Impact: These studies pioneer a new level of gene regulation for MSC lineage commitment to osteogenesis,
based on an emerging understanding of SED functions in other tissues but have been minimally studied in bone.
By characterizing SED mechanisms related to chromatin organization and stabilization in MSCs, we will discover
novel mechanisms of multi-dimensional coordinate control of transcriptional hubs and protein complexes within
an SED that is responsible for establishing commitment to the osteoblast phenotype.

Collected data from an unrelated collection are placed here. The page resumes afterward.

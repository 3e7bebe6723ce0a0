"""Which irreducible representations a group of permutations of n states contains, and their characters.

The class averages K(g) = mean of h g h⁻¹ over the group commute with everything in the group and
with every symmetric matrix. On a constituent of dimension d they are χ(g)/d. An average over the
group of a matrix is its average over each orbit of pairs, so that no class of conjugate elements
is ever listed and groups such as all permutations of many states cost nothing.
"""

from __future__ import annotations

import math
from collections.abc import Sequence
from dataclasses import dataclass
from fractions import Fraction
from functools import cached_property

import numpy as np

from .groups import PermutationGroup
from .permutations import order_of, power

__all__ = ["Constituent", "class_average", "constituents", "rational_average", "sample"]

#: Groups with at most so many elements are looked at element by element, others by random elements.
_LISTED = 48
_RANDOM = 24


@dataclass(frozen=True, eq=False)
class Constituent:
    """An irreducible representation over the rationals and how the states contain it.

    Over the complex numbers it falls into ``conjugates`` representations that differ by the
    choice of roots of unity, such as momenta ±2π/5 and ±4π/5 of five sites.

    Attributes
    ----------
    dimension : int
        Dimension d of each complex representation.
    multiplicity : int
        How often the states contain each of them.
    conjugates : int
        Number of complex representations.
    projectors : ndarray of complex, shape (conjugates, n, n)
        Onto the states of each.
    """

    dimension: int
    multiplicity: int
    conjugates: int
    projectors: np.ndarray

    @cached_property
    def projector(self) -> np.ndarray:
        """Projector onto all of them: real, and rational."""
        return self.projectors.sum(axis=0).real

    @property
    def total(self) -> int:
        """Number of states it takes up."""
        return self.dimension * self.multiplicity * self.conjugates

    def characters(self, permutation: np.ndarray) -> np.ndarray:
        """Return χ(g)/d of each complex representation; 1 and −1 where g does nothing or changes the sign."""
        states = np.arange(len(permutation))
        return self.projectors[:, states, permutation].sum(axis=1) / (self.dimension * self.multiplicity)

    def average(self, permutation: np.ndarray) -> Fraction:
        """Return the mean of χ(gᵗ)/d over all t prime to the order of g, a rational number."""
        images = _conjugate_powers(permutation)
        value = sum(float(self.characters(image).real.sum()) for image in images) / (len(images) * self.conjugates)
        unit = self.dimension * len(images) * self.conjugates
        return Fraction(round(value * unit), unit)


def sample(group: PermutationGroup, count: int = _RANDOM, seed: int = 5) -> list[np.ndarray]:
    """Return elements of different classes that tell representations apart.

    Of a small group all classes, of a large one those of generators and of ``count`` random elements.

    Examples
    --------
    >>> from tmsolve.symmetry.groups import generated
    >>> ring = generated([np.array([1, 2, 3, 4, 5, 0]), np.array([5, 4, 3, 2, 1, 0])], 6)
    >>> ring.order, len(sample(ring))
    (12, 6)
    """
    if group.order <= _LISTED:
        chosen = list(group.elements())
    else:
        rng = np.random.default_rng(seed)
        chosen = [*group.generators, *(group.random_element(rng) for _ in range(count))]
    return list({class_average(group, g).tobytes(): g for g in chosen}.values())


def constituents(group: PermutationGroup, elements: Sequence[np.ndarray] | None = None) -> list[Constituent]:
    """Split the permutation representation on the states, the trivial representation first.

    Parameters
    ----------
    group : PermutationGroup
        The group.
    elements : sequence of permutations, optional
        Those whose class averages tell the representations apart; `sample` when left out.

    Returns
    -------
    list of Constituent
        Dimension × multiplicity × conjugates add up to n. The squares of the multiplicities,
        each as often as it has conjugates, add up to the number of orbits of pairs.

    Raises
    ------
    ArithmeticError
        The elements do not tell two representations apart, and that was noticed.

    Notes
    -----
    The clusters of eigenvalues of a random Hermitian combination of class averages, in floating
    point: what is read from them are integers and rational numbers of known denominator.

    Examples
    --------
    Permutations of four states, and rotations of a ring of five:

    >>> from tmsolve.symmetry.groups import generated
    >>> four = generated([np.array([1, 2, 3, 0]), np.array([1, 0, 2, 3])], 4)
    >>> [(c.dimension, c.multiplicity, c.conjugates) for c in constituents(four)]
    [(1, 1, 1), (3, 1, 1)]
    >>> five = generated([np.array([1, 2, 3, 4, 0])], 5)
    >>> [(c.dimension, c.multiplicity, c.conjugates) for c in constituents(five)]
    [(1, 1, 1), (1, 1, 4)]
    """
    elements = sample(group) if elements is None else elements
    vectors = _clusters(group, elements)
    projectors = [v @ v.conj().T for v in vectors]
    fixed = _fixed_weights(group)
    found: dict[tuple[Fraction, ...], list[tuple[int, int, np.ndarray]]] = {}
    for v, projector in zip(vectors, projectors, strict=True):
        multiplicity = math.isqrt(round(float((projector.real * fixed).sum())))
        dimension, rest = divmod(v.shape[1], multiplicity)
        if rest:
            raise ArithmeticError("the class averages chosen do not tell two representations apart")
        one = Constituent(dimension, multiplicity, 1, projector[None])
        key = tuple(one.average(g) for g in elements)
        found.setdefault(key, []).append((dimension, multiplicity, projector))
    result = [
        Constituent(same[0][0], same[0][1], len(same), np.array([p for _, _, p in same])) for same in found.values()
    ]
    return sorted(result, key=lambda c: (not _is_trivial(c), c.dimension, c.conjugates))


def _is_trivial(c: Constituent) -> bool:
    """Whether sums over orbits belong to it, which is so when the sum over all states does."""
    return bool(c.projector.sum() > 0.5)


def _clusters(group: PermutationGroup, elements: Sequence[np.ndarray]) -> list[np.ndarray]:
    """Return orthonormal bases of the spaces on which all class averages are numbers."""
    pairs, n = group.pair_orbits, group.degree
    rng = np.random.default_rng(11)
    total = np.zeros((n, n), dtype=complex)
    for g in elements:
        average = class_average(group, g)[pairs]
        a, b = rng.normal(size=2)
        total += a * (average + average.T) + 1j * b * (average - average.T)
    values, vectors = np.linalg.eigh(total if np.abs(total.imag).max(initial=0) > 0 else total.real)
    scale = max(1.0, float(np.abs(values).max(initial=0)))
    cuts = np.flatnonzero(np.diff(values) > 1e-9 * scale * n) + 1
    return np.split(vectors, cuts, axis=1)


def _fixed_weights(group: PermutationGroup) -> np.ndarray:
    """Return weights whose sum with a projector is the square of its multiplicity.

    For one state x of each orbit, functions that are constant on the orbits of the stabiliser of x
    are averaged over those; together these spaces hold every constituent as often as its multiplicity
    squared.
    """
    n = group.degree
    total = np.zeros((n, n))
    for x in np.unique(group.orbits, return_index=True)[1]:
        row = group.pair_orbits[x]
        sizes = np.bincount(row)
        total += (row[:, None] == row[None, :]) / sizes[row][:, None]
    return total


def class_average(group: PermutationGroup, permutation: np.ndarray) -> np.ndarray:
    """Return the entries, one per orbit of pairs, of the average of a permutation over its conjugates.

    Examples
    --------
    >>> from tmsolve.symmetry.groups import generated
    >>> three = generated([np.array([1, 2, 0]), np.array([1, 0, 2])], 3)
    >>> class_average(three, np.array([1, 0, 2])).tolist()
    [0.333..., 0.333...]
    """
    pairs = group.pair_orbits
    sizes = np.bincount(pairs.ravel())
    hits = np.bincount(pairs[np.arange(group.degree), permutation], minlength=len(sizes))
    return hits / sizes


def rational_average(
    group: PermutationGroup, elements: Sequence[np.ndarray], weights: Sequence[int]
) -> list[Fraction]:
    """Return the exact entries, one per orbit of pairs, of Σ weight × mean of K(gᵗ) over t prime to the order of g.

    Examples
    --------
    >>> from tmsolve.symmetry.groups import generated
    >>> turn = np.array([1, 2, 3, 0])
    >>> [str(x) for x in rational_average(generated([turn], 4), [turn], [3])]
    ['0', '3/2', '0', '3/2']
    """
    pairs = group.pair_orbits
    sizes = np.bincount(pairs.ravel())
    states = np.arange(group.degree)
    total = [Fraction(0)] * len(sizes)
    for g, weight in zip(elements, weights, strict=True):
        if not weight:
            continue
        images = _conjugate_powers(g)
        hits = np.sum([np.bincount(pairs[states, image], minlength=len(sizes)) for image in images], axis=0)
        for o in np.flatnonzero(hits).tolist():
            total[o] += Fraction(weight * int(hits[o]), int(sizes[o]) * len(images))
    return total


def _conjugate_powers(permutation: np.ndarray) -> list[np.ndarray]:
    order = order_of(permutation)
    return [power(permutation, t) for t in range(1, order + 1) if math.gcd(t, order) == 1]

Importantly, knowledge of
the chromatin organization that stabilizes the osteogenic phenotype impacts on future novel treatment strategies
for skeletal disorders.

## Key facts

- **NIH application ID:** 10316201
- **Project number:** 5R01DE029311-03
- **Recipient organization:** UNIVERSITY OF VERMONT & ST AGRIC COLLEGE
- **Principal Investigator:** Jane B. Lian
- **Activity code:** R01 (R01, R21, SBIR, etc.)
- **Funding institute:** NIH
- **Fiscal year:** 2022
- **Award amount:** $501,323
- **Award type:** 5
- **Project period:** 2020-01-06 → 2024-12-31

## Primary source

NIH RePORTER: https://reporter.nih.gov/project-details/10316201

## Citation

> US National Institutes of Health, RePORTER application 10316201, Chromatin Organization Regulates Osteogenesis (5R01DE029311-03). Retrieved via AI Analytics 2026-05-23 from https://api.ai-analytics.org/grant/nih/10316201. Licensed CC0.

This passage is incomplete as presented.